Give the total of lines holding the word "hypot" in the records below, and nothing else.

(Dataset excerpts)
◆ ◆ ◆ ◆

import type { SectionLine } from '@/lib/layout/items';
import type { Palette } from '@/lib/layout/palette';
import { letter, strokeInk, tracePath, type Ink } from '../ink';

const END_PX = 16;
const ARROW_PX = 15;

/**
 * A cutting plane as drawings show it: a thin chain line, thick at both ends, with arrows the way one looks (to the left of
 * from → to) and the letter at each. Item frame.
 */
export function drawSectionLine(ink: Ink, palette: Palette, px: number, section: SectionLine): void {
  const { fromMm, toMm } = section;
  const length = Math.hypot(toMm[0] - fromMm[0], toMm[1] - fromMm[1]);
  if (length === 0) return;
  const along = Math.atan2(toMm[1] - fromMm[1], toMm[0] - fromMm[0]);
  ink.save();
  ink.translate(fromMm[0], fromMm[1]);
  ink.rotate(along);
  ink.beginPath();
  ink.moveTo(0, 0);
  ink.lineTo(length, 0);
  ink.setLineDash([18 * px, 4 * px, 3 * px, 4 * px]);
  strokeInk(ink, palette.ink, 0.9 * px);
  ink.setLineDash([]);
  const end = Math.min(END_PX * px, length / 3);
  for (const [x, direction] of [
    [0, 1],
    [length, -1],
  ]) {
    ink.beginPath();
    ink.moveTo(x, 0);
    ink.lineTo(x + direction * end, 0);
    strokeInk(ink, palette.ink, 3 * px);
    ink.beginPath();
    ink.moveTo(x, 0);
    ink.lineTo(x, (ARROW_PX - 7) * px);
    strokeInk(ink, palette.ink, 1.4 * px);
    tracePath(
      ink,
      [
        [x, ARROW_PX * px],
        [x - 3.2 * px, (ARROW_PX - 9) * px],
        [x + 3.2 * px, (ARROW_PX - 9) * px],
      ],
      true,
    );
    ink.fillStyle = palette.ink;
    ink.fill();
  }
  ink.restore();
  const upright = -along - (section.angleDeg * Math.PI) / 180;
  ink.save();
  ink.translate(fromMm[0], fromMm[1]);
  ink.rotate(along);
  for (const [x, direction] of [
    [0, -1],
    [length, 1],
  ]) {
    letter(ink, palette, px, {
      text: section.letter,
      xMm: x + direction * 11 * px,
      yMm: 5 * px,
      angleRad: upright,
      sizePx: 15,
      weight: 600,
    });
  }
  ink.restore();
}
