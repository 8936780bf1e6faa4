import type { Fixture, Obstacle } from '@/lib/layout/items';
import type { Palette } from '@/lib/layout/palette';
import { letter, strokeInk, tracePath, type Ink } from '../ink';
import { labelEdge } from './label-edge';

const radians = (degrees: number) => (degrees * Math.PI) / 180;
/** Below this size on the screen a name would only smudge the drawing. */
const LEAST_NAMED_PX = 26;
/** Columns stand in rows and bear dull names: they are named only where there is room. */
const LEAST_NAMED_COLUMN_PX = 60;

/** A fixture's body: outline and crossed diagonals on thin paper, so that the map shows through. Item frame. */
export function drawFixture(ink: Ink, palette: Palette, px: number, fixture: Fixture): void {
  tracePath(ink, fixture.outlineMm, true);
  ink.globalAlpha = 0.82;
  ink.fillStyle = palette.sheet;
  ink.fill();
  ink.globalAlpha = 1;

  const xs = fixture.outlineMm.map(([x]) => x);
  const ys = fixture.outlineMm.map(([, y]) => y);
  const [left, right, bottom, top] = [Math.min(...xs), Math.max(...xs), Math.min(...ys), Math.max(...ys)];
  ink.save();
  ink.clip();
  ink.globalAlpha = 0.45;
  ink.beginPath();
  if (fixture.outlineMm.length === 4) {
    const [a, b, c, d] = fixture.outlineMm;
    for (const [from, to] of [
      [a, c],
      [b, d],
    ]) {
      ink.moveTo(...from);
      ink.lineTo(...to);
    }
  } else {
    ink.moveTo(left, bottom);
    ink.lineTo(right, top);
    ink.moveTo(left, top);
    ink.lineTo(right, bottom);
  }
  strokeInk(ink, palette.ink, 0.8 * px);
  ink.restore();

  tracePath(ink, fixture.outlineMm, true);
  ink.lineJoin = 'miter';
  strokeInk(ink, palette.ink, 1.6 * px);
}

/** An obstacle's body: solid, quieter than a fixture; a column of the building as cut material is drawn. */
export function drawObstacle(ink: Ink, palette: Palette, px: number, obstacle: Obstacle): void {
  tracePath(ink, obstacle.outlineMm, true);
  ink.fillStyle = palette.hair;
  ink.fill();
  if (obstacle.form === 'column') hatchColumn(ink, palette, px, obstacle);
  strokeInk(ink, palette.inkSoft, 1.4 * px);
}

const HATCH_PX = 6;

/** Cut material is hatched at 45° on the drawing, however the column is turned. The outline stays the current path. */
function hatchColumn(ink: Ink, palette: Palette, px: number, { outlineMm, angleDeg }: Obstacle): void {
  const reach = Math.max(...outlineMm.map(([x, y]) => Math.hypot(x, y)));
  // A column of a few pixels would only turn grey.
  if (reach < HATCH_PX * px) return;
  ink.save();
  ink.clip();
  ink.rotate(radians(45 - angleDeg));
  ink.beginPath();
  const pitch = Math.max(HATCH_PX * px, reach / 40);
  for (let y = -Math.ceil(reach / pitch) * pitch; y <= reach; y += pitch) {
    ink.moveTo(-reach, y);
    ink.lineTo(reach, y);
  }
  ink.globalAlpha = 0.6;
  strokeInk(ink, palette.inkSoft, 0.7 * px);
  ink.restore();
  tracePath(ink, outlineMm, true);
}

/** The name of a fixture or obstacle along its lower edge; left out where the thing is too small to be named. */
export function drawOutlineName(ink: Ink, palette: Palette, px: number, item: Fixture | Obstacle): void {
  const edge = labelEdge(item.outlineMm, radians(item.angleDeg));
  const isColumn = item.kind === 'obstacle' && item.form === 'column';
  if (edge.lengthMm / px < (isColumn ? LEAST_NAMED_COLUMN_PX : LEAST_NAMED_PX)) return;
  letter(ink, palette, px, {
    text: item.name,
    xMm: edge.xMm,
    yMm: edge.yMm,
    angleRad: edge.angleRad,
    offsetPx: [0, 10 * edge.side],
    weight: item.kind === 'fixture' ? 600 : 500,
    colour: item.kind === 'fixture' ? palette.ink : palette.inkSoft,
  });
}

◆ ◆ ◆ ◆

### [RESPONSE BELOW]
2